学生と家庭をつなぐインターンシップ事業で、経済産業省が行う「第5回キャリア教育アワード優秀賞」(2014年)を受賞したスリール。スリールの企画するインターンシップでメインとなるのは、学生が不在中の共働き家庭を訪問し、子どもの面倒を見る「お預かり」だ。学生たちは事前に子どもとの接し方や救急対応などの研修を受け、約4か月の間に月6回、同じ家庭を訪問する。

2010年の創業から間もない期間で実績が認められた理由のひとつは、時代が求める事業をいち早く始めたからだろう。同社の堀江敦子社長がこのインターンシップを始めた理由や今後の展望について聞いた。

■子育て当事者になると声を上げづらいという現実

――堀江社長自身、大学時代に女性起業家のお子さんをお世話した経験があるそうですね。

堀江社長(以下、堀江):はい。小学生の頃から子どもが好きで、近所の赤ちゃんと遊ばせてもらったりしていました。学生時代はベビーシッターのアルバイトや保育園のボランティアをしていたのですが、それを知った知り合いの方が「うちの子見ない?」と声をかけてくださったんです。生後1か月半から、週3回見ていました。

――1か月半だとかなり小さいですね。

堀江:そうですね。頻繁に泣く子だったので、抱っこしながらミルクを作ったり。お世話中に自分でもご飯を食べなきゃいけないのでバウンサーなどの揺れるものに乗せて揺らしながらご飯を食べたりとか。結構壮絶な“母親”体験をさせていただきました。子どもを見るだけではなく、企業家の方の仕事も手伝っていたので、ラジオ収録の際に横で赤ちゃんを抱っこしていた、というようなこともありました。

――卒業後はIT企業に就職し、25歳で独立されていますが、起業しようと決めたのはいつですか?

堀江:2010年4月に思い立ち、8月に会社を辞めて、11月にスリールを設立しました。学生時代の経験から「自分がいつか出産しても、子育てと仕事を両立していきたい」という思いがまず前提としてありました。でも就職してみると、会社はそういう体制じゃない。勤めていた会社が大好きだったし、今でも当時の同僚や先輩を尊敬していますが、子育てに当事者意識を持っている人はすごく少ないんだなという実感がありました。忙しくって23時、24時に帰るのは当たり前の会社でしたし。

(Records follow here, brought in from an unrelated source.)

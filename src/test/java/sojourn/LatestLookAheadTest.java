package sojourn;

import static org.assertj.core.api.Assertions.assertThat;

import java.nio.file.Path;
import java.util.ArrayList;
import java.util.List;
import java.util.function.BiFunction;
import org.junit.jupiter.api.Test;
import org.junit.jupiter.api.io.TempDir;
import sojourn.PrefixCheck.Row;
import sojourn.PrefixCheck.Rows;
import sojourn.allocate.Decision;
import sojourn.allocate.Policy;
import sojourn.allocate.RulePolicy;
import sojourn.allocate.Weights;
import sojourn.latest.Asked;
import sojourn.latest.Standing;
import sojourn.market.AnotherEnd;
import sojourn.market.FillPrices;
import sojourn.market.PriceTable;
import sojourn.strategy.Strategy;
import sojourn.walk.RegimeTimeline;

/** What is said of an evening is the same whether or not later prices exist, and a policy that peeks is caught. */
class LatestLookAheadTest {
    private static final PriceHistory STOCKS = PriceHistory.stocks();
    private static final int ROWS = 420;
    private static final int FROM = 290;
    private static final int[] CUTS = {300, 301, 302, 340, 351, 352, 401, ROWS - 1};
    private static final String STRATEGY = """
            strategy: Step aside
            prices: {stocks: {csv: stocks.csv}}
            cash: {percent-per-year: 4}
            regimes: {observe: [{log-return: stocks}], states: [calm, stormy]}
            refit: {first-fit-after: 300, every: 50, starts: 2, seed: 7}
            allocate: {switch: {regime: stormy, leave-above: 0.6, re-enter-below: 0.4, in: {stocks: 1}, out: {stocks: 0}}}
            judge: {against: [buy-and-hold], buy-and-hold: {stocks: 1}, rank-by: sharpe}
            """;

    @TempDir
    private Path folder;

    @Test
    void anEveningSaysTheSameWhateverComesAfterIt() {
        PrefixCheck check = PrefixCheck.of(rows -> evenings(rows, (table, honest) -> honest), ROWS);
        assertThat(check.whole().rows()).hasSizeGreaterThan(100);
        assertThat(check.differences(CUTS)).isEmpty();
    }

    @Test
    void aPolicyThatKnowsTheNextCloseIsCaught() {
        PrefixCheck check = PrefixCheck.of(rows -> evenings(rows, (table, honest) -> peeking(table, honest)), ROWS);
        assertThat(check.differences(CUTS)).isNotEmpty();
    }

    /** Out before a fall, which only someone with the whole table can know. */
    private static Policy peeking(PriceTable table, Policy honest) {
        FillPrices prices = table.fillPrices();
        return (situation, stance) -> {
            Decision decision = honest.at(situation, stance);
            int next = Math.min(situation.bar() + 1, table.size() - 1);
            boolean falls = prices.close(0, next) < prices.close(0, situation.bar());
            return decision.target().isPresent() && falls
                    ? Decision.order(Weights.none(1), decision.next(), decision.because(), decision.change())
                    : decision;
        };
    }

    /** One row an evening: what stands after the table is cut there, by the timeline of all of it. */
    private Rows evenings(int rows, BiFunction<PriceTable, Policy, Policy> policy) {
        STOCKS.write(folder.resolve("stocks.csv"), rows);
        WholeJob job = WholeJob.of(STRATEGY, folder);
        PriceTable table = job.read().table();
        RegimeTimeline timeline = job.walk(job.read());
        Policy asked = policy.apply(table, honest(job.strategy(), table));
        List<Row> said = new ArrayList<>();
        for (int bars = FROM; bars <= table.size(); bars++) {
            Standing standing = Standing.of(job.strategy(), asked, AnotherEnd.cut(table, bars), timeline);
            Asked last = standing.asked().orElseThrow();
            said.add(new Row(
                    "evening",
                    standing.asOf(),
                    List.of("kind", "target", "because", "held", "pending"),
                    List.of(
                            last.decision().kind().name(),
                            last.decision().target().toString(),
                            last.decision().because().sentence(),
                            last.situation().weights().toString(),
                            Integer.toString(standing.pending().size()))));
        }
        return new Rows(table.knownAt(table.size() - 1).date(), said);
    }

    private static Policy honest(Strategy strategy, PriceTable table) {
        return RulePolicy.of(
                strategy.rule(),
                strategy.limits(),
                strategy.trade().decide(),
                strategy.trade().stayAtLeast(),
                strategy.trade().noTradeBand(),
                strategy.regimes().states(),
                table.assets());
    }
}
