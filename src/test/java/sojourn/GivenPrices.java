package sojourn;

import java.time.DayOfWeek;
import java.time.LocalDate;
import java.util.ArrayList;
import java.util.Arrays;
import java.util.List;
import java.util.Optional;
import sojourn.market.BarLength;
import sojourn.market.CashReturns;
import sojourn.market.PriceTable;
import sojourn.market.TimeAxis;
import sojourn.numeric.RandomStream;

/** Price tables for tests: closes (and opens) by asset and bar, on weekdays, with what cash earns on each bar. */
public final class GivenPrices {
    private static final LocalDate MONDAY = LocalDate.of(2001, 1, 1);

    private final List<LocalDate> dates;
    private final double[][] opens;
    private final double[][] closes;
    private final double[] cash;
    private final Optional<double[][]> volumes;
    private final Optional<double[][]> dividends;
    private final Optional<double[][]> splits;

    private GivenPrices(
            List<LocalDate> dates,
            double[][] opens,
            double[][] closes,
            double[] cash,
            Optional<double[][]> volumes,
            Optional<double[][]> dividends,
            Optional<double[][]> splits) {
        this.dates = dates;
        this.opens = opens;
        this.closes = closes;
        this.cash = cash;
        this.volumes = volumes;
        this.dividends = dividends;
        this.splits = splits;
    }

    private GivenPrices(List<LocalDate> dates, double[][] opens, double[][] closes, double[] cash) {
        this(dates, opens, closes, cash, Optional.empty(), Optional.empty(), Optional.empty());
    }

    private GivenPrices with(double[][] otherOpens, double[] earned, Optional<double[][]> otherVolumes) {
        return new GivenPrices(dates, otherOpens, closes, earned, otherVolumes, dividends, splits);
    }

    /** Closes by asset; opens are the same; cash earns nothing. */
    public static GivenPrices closes(double[]... closes) {
        return new GivenPrices(weekdays(closes[0].length), closes, closes, new double[closes[0].length]);
    }

    /** Assets that all stand at 100 on every bar. */
    public static GivenPrices flat(int bars, int assets) {
        double[][] closes = new double[assets][bars];
        for (double[] one : closes) {
            Arrays.fill(one, 100);
        }
        return closes(closes);
    }

    /** Random walks with about 1 % a bar, opens between closes, cash that earns up to 2 basis points a bar. */
    public static GivenPrices random(long seed, int bars, int assets) {
        RandomStream random = RandomStream.of(seed, "prices");
        double[][] opens = new double[assets][bars];
        double[][] closes = new double[assets][bars];
        double[] cash = new double[bars];
        for (int asset = 0; asset < assets; asset++) {
            double price = 20 + 100 * random.nextDouble();
            for (int bar = 0; bar < bars; bar++) {
                opens[asset][bar] = price * (1 + 0.005 * random.nextNormal());
                price *= StrictMath.exp(0.01 * random.nextNormal());
                closes[asset][bar] = price;
            }
        }
        for (int bar = 1; bar < bars; bar++) {
            cash[bar] = 2e-4 * random.nextDouble();
        }
        return new GivenPrices(weekdays(bars), opens, closes, cash);
    }

    /** The same with other returns of cash. */
    public GivenPrices withCash(double... earned) {
        return with(opens, earned, volumes);
    }

    /** The same with other closes. */
    public GivenPrices withCloses(double[]... by) {
        return new GivenPrices(dates, opens, by, cash, volumes, dividends, splits);
    }

    /** The same with other opens. */
    public GivenPrices withOpens(double[]... by) {
        return with(by, cash, volumes);
    }

    /** The same with volumes; NaN where there is none. */
    public GivenPrices withVolumes(double[]... by) {
        return with(opens, cash, Optional.of(by));
    }

    /** The same prices with what they gave to holders besides: money a unit, and new units for one old. */
    public GivenPrices giving(double[][] money, double[][] ratios) {
        return new GivenPrices(dates, opens, closes, cash, volumes, Optional.of(money), Optional.of(ratios));
    }

    /** The same with random dividends and splits on about one bar in ten; prices fall by neither. */
    public GivenPrices givingAtRandom(long seed) {
        RandomStream random = RandomStream.of(seed, "given to holders");
        double[][] money = new double[closes.length][size()];
        double[][] ratios = new double[closes.length][size()];
        for (int asset = 0; asset < closes.length; asset++) {
            for (int bar = 0; bar < size(); bar++) {
                money[asset][bar] = random.nextInt(10) == 0 ? 0.02 * closes[asset][bar] * random.nextDouble() : 0;
                ratios[asset][bar] = random.nextInt(10) == 0 ? 0.5 + random.nextDouble() : 1;
            }
        }
        return giving(money, ratios);
    }

    /** The same with random volumes of about {@code size} units a bar. */
    public GivenPrices withRandomVolumes(long seed, double size) {
        RandomStream random = RandomStream.of(seed, "volumes");
        double[][] all = new double[closes.length][size()];
        for (double[] one : all) {
            Arrays.setAll(one, bar -> size * (0.2 + 1.6 * random.nextDouble()));
        }
        return withVolumes(all);
    }

    /** The same on other dates. */
    public GivenPrices on(LocalDate... days) {
        return new GivenPrices(List.of(days), opens, closes, cash, volumes, dividends, splits);
    }

    /** Only the first bars. */
    public GivenPrices first(int bars) {
        return new GivenPrices(
                dates.subList(0, bars),
                cut(opens, bars),
                cut(closes, bars),
                Arrays.copyOf(cash, bars),
                volumes.map(all -> cut(all, bars)),
                dividends.map(all -> cut(all, bars)),
                splits.map(all -> cut(all, bars)));
    }

    /** The date of each bar. */
    public List<LocalDate> dates() {
        return dates;
    }

    /** The close of an asset on a bar. */
    public double close(int asset, int bar) {
        return closes[asset][bar];
    }

    /** Number of bars. */
    public int size() {
        return dates.size();
    }

    /** The table; assets are called a, b, c … */
    public PriceTable table() {
        List<String> names = new ArrayList<>();
        List<PriceTable.Bars> bars = new ArrayList<>();
        for (int asset = 0; asset < closes.length; asset++) {
            int index = asset;
            names.add(String.valueOf((char) ('a' + asset)));
            bars.add(new PriceTable.Bars(
                    PriceTable.Column.of(closes[asset]),
                    Optional.of(PriceTable.Column.of(opens[asset])),
                    Optional.empty(),
                    Optional.empty(),
                    volumes.map(all -> PriceTable.Column.of(all[index])),
                    dividends.map(all -> PriceTable.Column.of(all[index])),
                    splits.map(all -> PriceTable.Column.of(all[index]))));
        }
        return PriceTable.of(TimeAxis.of(BarLength.DAILY, dates), names, bars, CashReturns.of(cash, cash));
    }

    private static double[][] cut(double[][] series, int bars) {
        double[][] cut = new double[series.length][];
        Arrays.setAll(cut, i -> Arrays.copyOf(series[i], bars));
        return cut;
    }

    private static List<LocalDate> weekdays(int count) {
        List<LocalDate> days = new ArrayList<>();
        for (LocalDate day = MONDAY; days.size() < count; day = day.plusDays(1)) {
            if (day.getDayOfWeek() != DayOfWeek.SATURDAY && day.getDayOfWeek() != DayOfWeek.SUNDAY) {
                days.add(day);
            }
        }
        return days;
    }
}
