package sojourn;

import static org.assertj.core.api.Assertions.assertThat;

import com.fasterxml.jackson.databind.JsonNode;
import com.fasterxml.jackson.databind.ObjectMapper;
import java.io.IOException;
import java.io.InputStream;
import java.io.UncheckedIOException;
import java.util.Objects;

/**
 * One worked case of {@code check-values/checks.json}: inputs, expected values computed by an independent implementation, and
 * the tolerances they are held to. Its README says where the numbers come from.
 */
public final class CheckValues {
    private static final JsonNode ALL = read();

    private final JsonNode node;

    private CheckValues(JsonNode node) {
        this.node = node;
    }

    /** The case named {@code id}; an unknown name is refused. */
    public static CheckValues byId(String id) {
        for (JsonNode each : ALL.get("cases")) {
            if (each.get("id").asText().equals(id)) {
                return new CheckValues(each);
            }
        }
        throw new IllegalArgumentException("no worked case is called " + id);
    }

    /** The input called {@code name}. */
    public JsonNode input(String name) {
        return part("inputs", name);
    }

    /** The expected value called {@code name}. */
    public JsonNode expected(String name) {
        return part("expected", name);
    }

    /** Whether the case states an input of that name. */
    public boolean hasInput(String name) {
        return node.get("inputs").has(name);
    }

    /** Whether the case expects a value of that name. */
    public boolean expects(String name) {
        return node.get("expected").has(name);
    }

    /** Asserts that {@code got} is the expected number called {@code name}, within the case's tolerances. */
    public void assertExpected(String name, double got) {
        assertClose(name, got, expected(name));
    }

    /** Asserts that {@code got} is the expected list called {@code name}, entry by entry. */
    public void assertExpected(String name, double[] got) {
        assertThat(got).as(name).hasSize(expected(name).size());
        for (int i = 0; i < got.length; i++) {
            assertClose(name + "[" + i + "]", got[i], expected(name).get(i));
        }
    }

    /** Asserts that {@code got} is the expected table called {@code name}, entry by entry. */
    public void assertExpected(String name, double[][] got) {
        assertThat(got.length).as(name).isEqualTo(expected(name).size());
        for (int i = 0; i < got.length; i++) {
            assertThat(got[i])
                    .as(name + "[" + i + "]")
                    .hasSize(expected(name).get(i).size());
            for (int j = 0; j < got[i].length; j++) {
                assertClose(
                        name + "[" + i + "][" + j + "]",
                        got[i][j],
                        expected(name).get(i).get(j));
            }
        }
    }

    /** Asserts {@code |got - expected| <= abs_tol + rel_tol |expected|}. */
    public void assertClose(String what, double got, JsonNode expected) {
        double value = expected.asDouble();
        double allowed = node.get("abs_tol").asDouble() + node.get("rel_tol").asDouble() * Math.abs(value);
        assertThat(got).as("%s of %s", what, node.get("id").asText()).isFinite();
        assertThat(Math.abs(got - value))
                .as("%s of %s: got %s, expected %s", what, node.get("id").asText(), got, value)
                .isLessThanOrEqualTo(allowed);
    }

    /** A JSON list of numbers. */
    public static double[] doubles(JsonNode list) {
        double[] values = new double[list.size()];
        for (int i = 0; i < values.length; i++) {
            values[i] = list.get(i).asDouble();
        }
        return values;
    }

    /** A JSON list of whole numbers. */
    public static int[] ints(JsonNode list) {
        int[] values = new int[list.size()];
        for (int i = 0; i < values.length; i++) {
            values[i] = list.get(i).asInt();
        }
        return values;
    }

    /** A JSON list of lists of numbers. */
    public static double[][] matrix(JsonNode rows) {
        double[][] values = new double[rows.size()][];
        for (int i = 0; i < values.length; i++) {
            values[i] = doubles(rows.get(i));
        }
        return values;
    }

    private JsonNode part(String part, String name) {
        return Objects.requireNonNull(
                node.get(part).get(name),
                () -> "case " + node.get("id").asText() + " has no " + name + " among its " + part);
    }

    private static JsonNode read() {
        try (InputStream in = CheckValues.class.getResourceAsStream("/check-values/checks.json")) {
            return new ObjectMapper().readTree(Objects.requireNonNull(in, "check-values/checks.json"));
        } catch (IOException e) {
            throw new UncheckedIOException(e);
        }
    }
}
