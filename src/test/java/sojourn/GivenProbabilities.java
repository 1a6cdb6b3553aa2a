package sojourn;

import java.util.List;
import java.util.Optional;
import sojourn.market.Known;
import sojourn.numeric.RandomStream;
import sojourn.regime.WindowMoments;
import sojourn.walk.Reading;
import sojourn.walk.Signal;

/** A signal whose probabilities are stated bar by bar; there is no reading before bar {@code from}. */
public final class GivenProbabilities implements Signal {
    private static final double[] SYMMETRIC = {0.9, 0.1, 0.1, 0.9};

    private final List<String> regimes;
    private final double[][] byBar;
    private final double[] transition;
    private final int from;
    private final Optional<WindowMoments> moments;

    private GivenProbabilities(
            List<String> regimes, double[][] byBar, double[] transition, int from, Optional<WindowMoments> moments) {
        this.regimes = regimes;
        this.byBar = byBar;
        this.transition = transition;
        this.from = from;
        this.moments = moments;
    }

    /** Two regimes, calm and stormy, from the probability of stormy. */
    public static GivenProbabilities stormy(double... probabilities) {
        double[][] byBar = new double[probabilities.length][];
        for (int bar = 0; bar < byBar.length; bar++) {
            byBar[bar] = new double[] {1 - probabilities[bar], probabilities[bar]};
        }
        return new GivenProbabilities(List.of("calm", "stormy"), byBar, SYMMETRIC, 0, Optional.empty());
    }

    /** Two regimes whose stormy probability wanders and often stands near 0 or 1. */
    public static GivenProbabilities random(long seed, int bars) {
        RandomStream random = RandomStream.of(seed, "probabilities");
        double[] stormy = new double[bars];
        double logit = 0;
        for (int bar = 0; bar < bars; bar++) {
            logit = 0.9 * logit + 1.5 * random.nextNormal();
            stormy[bar] = 1 / (1 + StrictMath.exp(-logit));
        }
        return stormy(stormy);
    }

    /** Any number of regimes, named r0, r1, …; transitions stay where they are. */
    public static GivenProbabilities of(double[][] byBar) {
        int states = byBar[0].length;
        double[] identity = new double[states * states];
        String[] names = new String[states];
        for (int k = 0; k < states; k++) {
            identity[k * states + k] = 1;
            names[k] = "r" + k;
        }
        return new GivenProbabilities(List.of(names), byBar, identity, 0, Optional.empty());
    }

    /** The same without readings before {@code bar}. */
    public GivenProbabilities startingAt(int bar) {
        return new GivenProbabilities(regimes, byBar, transition, bar, moments);
    }

    /** The same with other transition probabilities, row-major. */
    public GivenProbabilities moving(double... probabilities) {
        return new GivenProbabilities(regimes, byBar, probabilities, from, moments);
    }

    /** The same with regimes that mean something for returns; as given, they mean that nothing moves. */
    public GivenProbabilities meaning(WindowMoments returns) {
        return new GivenProbabilities(regimes, byBar, transition, from, Optional.of(returns));
    }

    @Override
    public List<String> regimes() {
        return regimes;
    }

    @Override
    public Optional<Reading> at(Known known) {
        if (known.bar() < from) {
            return Optional.empty();
        }
        Reading reading = reading(known, known.bar());
        return Optional.of(known.bar() > from ? reading.following(reading(known, known.bar() - 1)) : reading);
    }

    private Reading reading(Known known, int bar) {
        int states = regimes.size();
        int assets = known.assets().size();
        WindowMoments still = WindowMoments.of(
                states, assets, new double[states], new double[states * assets], new double[states * assets * assets]);
        return Reading.of(1, byBar[bar], transition, moments.orElse(still));
    }
}
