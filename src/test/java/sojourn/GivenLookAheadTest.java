package sojourn;

import static org.assertj.core.api.Assertions.assertThat;

import java.io.IOException;
import java.io.UncheckedIOException;
import java.nio.file.Files;
import java.nio.file.Path;
import java.time.LocalDate;
import java.util.ArrayList;
import java.util.List;
import java.util.function.IntFunction;
import org.junit.jupiter.api.Test;
import org.junit.jupiter.api.io.TempDir;
import sojourn.PrefixCheck.Difference;
import sojourn.PrefixCheck.Rows;
import sojourn.archive.TimelineFiles;
import sojourn.market.Market;
import sojourn.numeric.RandomStream;
import sojourn.regime.StartRunner;
import sojourn.walk.RegimeTimeline;
import sojourn.walk.TimelineAddress;
import sojourn.walk.Walk;

/**
 * No look-ahead with probabilities that were computed elsewhere: on files cut at a date (prices by their dates, probabilities by the
 * dates on which they became known) every bar up to the cut is as on the whole files. Taking a row by its own date is caught.
 */
class GivenLookAheadTest {
    private static final PriceHistory STOCKS = PriceHistory.stocks();
    private static final int ROWS = 500;
    private static final int FIRST_FIT = 120;
    private static final int[] CUTS = {2, 30, 124, 125, 126, 127, 161, 200, 233, 300, 333, 410, ROWS - 1};
    private static final byte[] SETTINGS = {1};

    @TempDir
    private Path folder;

    /** One row. */
    private record Given(LocalDate date, LocalDate knownOn, double stormy) {}

    /** Every third bar a probability of stormy, known one to nine days later, so that some overtake others. */
    private static List<Given> given() {
        RandomStream random = RandomStream.of(11, "given");
        List<Given> rows = new ArrayList<>();
        for (int row = 3; row < ROWS; row += 3) {
            LocalDate date = STOCKS.date(row);
            rows.add(new Given(date, date.plusDays(1 + random.nextInt(9)), random.nextInt(1001) / 1000.0));
        }
        return rows;
    }

    @Test
    void everyBarUpToTheCutIsAsOnTheWholeFiles() {
        PrefixCheck check = check("known");
        assertThat(check.rowsOf("fits")).isEqualTo((ROWS - FIRST_FIT) / 40 + 1);
        assertThat(check.rowsOf("trades")).isGreaterThan(30);
        assertThat(check.differences(CUTS)).isEmpty();
    }

    @Test
    void aRowTakenByItsOwnDateIsCaught() {
        List<Difference> differences = check("date").differences(CUTS);
        assertThat(differences).hasSizeGreaterThan(CUTS.length / 2);
        assertThat(differences)
                .extracting(Difference::column)
                .contains("probability.calm")
                .doesNotContain("log_score");
    }

    @Test
    void nothingIsDecidedBeforeTheFirstRowIsKnownAndAFitIsDue() {
        WholeJob job = job("known");
        write(ROWS);
        RegimeTimeline timeline = job.walk(job.read());
        int firstKnown = 0;
        Market market = job.read();
        while (market.table().knownAt(firstKnown).given(0, firstKnown).isEmpty()) {
            firstKnown++;
        }
        assertThat(firstKnown).isGreaterThan(1);
        assertThat(timeline.firstBar()).hasValue(firstKnown + FIRST_FIT - 1);
    }

    @Test
    void atEachCloseTheProbabilitiesAreThoseOfTheRowThatBecameKnownLast() {
        WholeJob job = job("known");
        write(ROWS);
        Market market = job.read();
        RegimeTimeline timeline = job.walk(market);
        for (int bar = timeline.firstBar().orElseThrow(); bar < ROWS; bar++) {
            LocalDate today = market.table().knownAt(bar).date();
            Given last = given().get(0);
            for (Given row : given()) {
                boolean known = !row.knownOn().isAfter(today);
                boolean later = row.knownOn().isAfter(last.knownOn())
                        || (row.knownOn().equals(last.knownOn()) && row.date().isAfter(last.date()));
                last = known && later ? row : last;
            }
            assertThat(timeline.probability(bar, 1)).as(today.toString()).isEqualTo(last.stormy());
        }
    }

    @Test
    void goingOnWithNewBarsEqualsAFreshWalkToTheBitAndTheAddressIsAChain() {
        WholeJob job = job("known");
        write(ROWS);
        Market whole = job.read();
        String fresh = text(job.walk(whole));
        for (int cut : CUTS) {
            write(cut);
            Market part = job.read();
            RegimeTimeline onward = Walk.onward(
                    job.walk(part),
                    whole.table(),
                    job.strategy().regimes(),
                    job.strategy().refit(),
                    StartRunner.sequential(),
                    bar -> {});
            assertThat(text(onward)).as("from bar " + cut).isEqualTo(fresh);
            assertThat(TimelineAddress.of(
                            SETTINGS, part.table(), job.strategy().regimes().observe()))
                    .isEqualTo(TimelineAddress.at(
                            SETTINGS, whole.table(), job.strategy().regimes().observe(), cut - 1));
        }
    }

    @Test
    void theAddressTakesInWhatCountedAtEachBar() {
        WholeJob job = job("known");
        write(ROWS);
        String address = address(job);
        List<Given> rows = given();
        Given tenth = rows.get(10);
        rows.set(10, new Given(tenth.date(), tenth.knownOn(), 1 - tenth.stormy()));
        write(rows);
        assertThat(address(job)).isNotEqualTo(address);
    }

    private static String address(WholeJob job) {
        return TimelineAddress.of(
                SETTINGS, job.read().table(), job.strategy().regimes().observe());
    }

    private static String text(RegimeTimeline timeline) {
        List<String> columns = List.of("given_calm", "given_stormy");
        return TimelineFiles.bars(timeline).csv()
                + TimelineFiles.fits(timeline, columns).csv();
    }

    private WholeJob job(String knownOn) {
        return WholeJob.of("""
                strategy: Follow the gauge
                prices: {stocks: {csv: stocks.csv}}
                cash: {percent-per-year: 4}
                regimes: {given: {csv: given.csv, known-on: %s}, states: [calm, stormy], order-by: stocks}
                refit: {first-fit-after: 120, every: 40, seed: 7}
                allocate: {blend: {weights: {calm: {stocks: 1}, stormy: {stocks: 0}}}}
                judge: {against: [buy-and-hold], buy-and-hold: {stocks: 1}, rank-by: sharpe}
                """.formatted(knownOn), folder);
    }

    private PrefixCheck check(String knownOn) {
        WholeJob job = job(knownOn);
        IntFunction<Rows> onRows = rows -> {
            write(rows);
            return job.run(job.read());
        };
        return PrefixCheck.of(onRows, ROWS);
    }

    /** The files as they stood after the close of the last of so many price rows. */
    private void write(int rows) {
        STOCKS.write(folder.resolve("stocks.csv"), rows);
        LocalDate today = STOCKS.date(rows - 1);
        List<Given> known =
                given().stream().filter(row -> !row.knownOn().isAfter(today)).toList();
        write(known.isEmpty() ? given().subList(0, 1) : known); // a file without any row is refused
    }

    private void write(List<Given> rows) {
        StringBuilder text = new StringBuilder("date,calm,stormy,known\n");
        for (Given row : rows) {
            text.append(row.date()).append(',').append(Math.round(1000 - 1000 * row.stormy()) / 1000.0);
            text.append(',')
                    .append(row.stormy())
                    .append(',')
                    .append(row.knownOn())
                    .append('\n');
        }
        try {
            Files.writeString(folder.resolve("given.csv"), text);
        } catch (IOException e) {
            throw new UncheckedIOException(e);
        }
    }
}
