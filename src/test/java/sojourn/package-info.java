/** Test fixtures that the tests of several packages share: worked cases and open data sets. */
@NullMarked
package sojourn;

import org.jspecify.annotations.NullMarked;
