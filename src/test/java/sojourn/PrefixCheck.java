package sojourn;

import java.time.LocalDate;
import java.util.Arrays;
import java.util.List;
import java.util.Optional;
import java.util.function.IntFunction;

/**
 * The proof of no look-ahead: a job on a history cut short must say of every bar up to the cut exactly what the same job says on
 * the whole history. Cells are compared as text; numbers are written as the shortest decimals that read back to the same double,
 * so equal cells are equal bits.
 */
final class PrefixCheck {
    private final IntFunction<Rows> job;
    private final Rows whole;

    private PrefixCheck(IntFunction<Rows> job, Rows whole) {
        this.job = job;
        this.whole = whole;
    }

    /** A check of {@code job}, from the number of price rows that it may see to what it says, against its run on {@code size}. */
    static PrefixCheck of(IntFunction<Rows> job, int size) {
        return new PrefixCheck(job, job.apply(size));
    }

    /**
     * One row of one of a job's tables.
     *
     * @param table the table's name
     * @param knownOn the date at whose close the row can be written, by the job's own account
     */
    record Row(String table, LocalDate knownOn, List<String> columns, List<String> cells) {
        private String name() {
            return table + " of " + knownOn;
        }
    }

    /**
     * All that a job says.
     *
     * @param through the date of its last bar
     * @param rows table after table, each in the order of dates
     */
    record Rows(LocalDate through, List<Row> rows) {
        private List<Row> until(LocalDate last) {
            return rows.stream().filter(row -> !row.knownOn().isAfter(last)).toList();
        }
    }

    /** Where a cut run first says something else. */
    record Difference(int cut, String row, String column, String inWhole, String inCut) {}

    /** The job on all rows. */
    Rows whole() {
        return whole;
    }

    /** The first difference between the run on {@code cut} price rows and the whole run up to the cut run's last bar. */
    Optional<Difference> difference(int cut) {
        return difference(cut, job.apply(cut));
    }

    /** As {@link #difference(int)}, of a run that is at hand. */
    Optional<Difference> difference(int cut, Rows part) {
        List<Row> expected = whole.until(part.through());
        List<Row> got = part.rows();
        for (int i = 0; i < Math.min(expected.size(), got.size()); i++) {
            Optional<Difference> difference = between(cut, expected.get(i), got.get(i));
            if (difference.isPresent()) {
                return difference;
            }
        }
        if (expected.size() > got.size()) {
            Row missing = expected.get(got.size());
            return Optional.of(
                    new Difference(cut, missing.name(), "", missing.cells().toString(), "no row"));
        }
        if (got.size() > expected.size()) {
            Row extra = got.get(expected.size());
            return Optional.of(new Difference(
                    cut, extra.name(), "", "no row", extra.cells().toString()));
        }
        return Optional.empty();
    }

    /** The first difference of each cut that has one. */
    List<Difference> differences(int... cuts) {
        return Arrays.stream(cuts)
                .mapToObj(this::difference)
                .flatMap(Optional::stream)
                .toList();
    }

    /** How many rows of a table the job says on all rows. */
    long rowsOf(String table) {
        return whole.rows().stream().filter(row -> row.table().equals(table)).count();
    }

    private static Optional<Difference> between(int cut, Row expected, Row got) {
        if (!expected.name().equals(got.name()) || !expected.columns().equals(got.columns())) {
            return Optional.of(new Difference(cut, expected.name(), "", expected.name(), got.name()));
        }
        for (int i = 0; i < expected.cells().size(); i++) {
            String inWhole = expected.cells().get(i);
            String inCut = got.cells().get(i);
            if (!inWhole.equals(inCut)) {
                return Optional.of(
                        new Difference(cut, expected.name(), expected.columns().get(i), inWhole, inCut));
            }
        }
        return Optional.empty();
    }
}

当時、社内に17時に帰るワーキングマザーの先輩がいたので、ヒアリングしてみたんです。「うちの会社って子育て中でも働きやすいですか?」って。その方は営業セールスでトップ成績だったのですが、出産後に復帰して時短になったら上司から「それならポジションはないね」と言われてしまったらしいのです。それを聞いてショックでした。自分らしく働きながら子育てしたいって男の人も女の人もみんな思うことなのに、なんでそれが普通にできないんだろうと違和感や憤りを覚えました。この環境を変えていきたいと。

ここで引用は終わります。